Stored items from a collection:
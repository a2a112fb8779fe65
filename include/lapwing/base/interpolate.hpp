// Linear interpolation, the one home of it: the blend of two values, where a point falls on an
// axis (searched, walked in order, or on an even grid), and a table read through both. Inline:
// the envelope reads tables through it once per row of its own tables, and the solver's table
// read (Envelope::Rows::at) blends four values per stage.
#pragma once

#include <algorithm>
#include <cassert>
#include <cstddef>
#include <vector>

namespace lapwing {

/// The value a share w of the way from a to b: a + w (b - a). w = 0 gives a exactly; w = 1 gives
/// b to rounding (callers that must give b exactly at the top of a table return it themselves).
/// Not std::lerp, which rounds differently (and so would move every output's last digits).
[[gnu::always_inline]] constexpr double lerp(double a, double b, double w) {
  return a + w * (b - a);
}

/// Where a point falls between the nodes of an axis: the interval [i, i + 1] and the share w of
/// the way across it.
struct Bracket {
  std::size_t i;
  double w;
};

/// The bracket of x on a strictly increasing axis of two or more nodes, held at the ends: below
/// the first node (0, 0), above the last (n - 2, 1). `outside` (if given) is set when x lies
/// beyond an end.
inline Bracket bracket(const std::vector<double>& axis, double x, bool* outside = nullptr) {
  assert(axis.size() >= 2);
  if (outside) *outside = x < axis.front() || x > axis.back();
  if (x <= axis.front()) return {0, 0.0};
  if (x >= axis.back()) return {axis.size() - 2, 1.0};
  const auto it = std::upper_bound(axis.begin(), axis.end(), x);
  const std::size_t i = static_cast<std::size_t>(it - axis.begin()) - 1;
  return {i, (x - axis[i]) / (axis[i + 1] - axis[i])};
}

/// The bracket on an even grid of nodes 0 .. last (last >= 1), from the position f = x / step
/// in node units, held at the ends: (0, 0) below, (last - 1, 1) above.
[[gnu::always_inline]] inline Bracket even_bracket(double f, std::size_t last) {
  assert(last >= 1);
  const double c = std::clamp(f, 0.0, static_cast<double>(last));
  const std::size_t i = std::min(static_cast<std::size_t>(c), last - 1);
  return {i, c - static_cast<double>(i)};
}

/// Brackets on an increasing axis of two or more nodes for points visited in increasing order:
/// each call walks on from the last interval. A point on a node belongs to the interval that
/// starts there (w = 0: the node's own value exactly); a zero-length interval gives w = 0;
/// points beyond the ends are held there.
class AxisWalk {
 public:
  explicit AxisWalk(const std::vector<double>& axis) : axis_(axis) { assert(axis.size() >= 2); }
  Bracket at(double x) {
    while (i_ + 2 < axis_.size() && axis_[i_ + 1] <= x) ++i_;
    const double a = axis_[i_], b = axis_[i_ + 1];
    return {i_, b > a ? std::clamp((x - a) / (b - a), 0.0, 1.0) : 0.0};
  }

 private:
  const std::vector<double>& axis_;
  std::size_t i_ = 0;
};

/// ys (one value per node) at a bracket.
[[gnu::always_inline]] inline double at(const std::vector<double>& ys, const Bracket& b) {
  return lerp(ys[b.i], ys[b.i + 1], b.w);
}

/// Interpolates a table given over increasing abscissae, held at the end values outside (exactly
/// them). ys holds one value per xs; with xs empty or of one point, ys.front() everywhere.
inline double interpolate(const std::vector<double>& xs, const std::vector<double>& ys, double x) {
  assert(!ys.empty() && (xs.empty() || xs.size() == ys.size()));
  if (xs.size() <= 1 || x <= xs.front()) return ys.front();
  if (x >= xs.back()) return ys.back();
  return at(ys, bracket(xs, x));
}

}  // namespace lapwing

Task details: For the string "there", give the number of lines in the entries that contain it, with no other words.

Written response: 2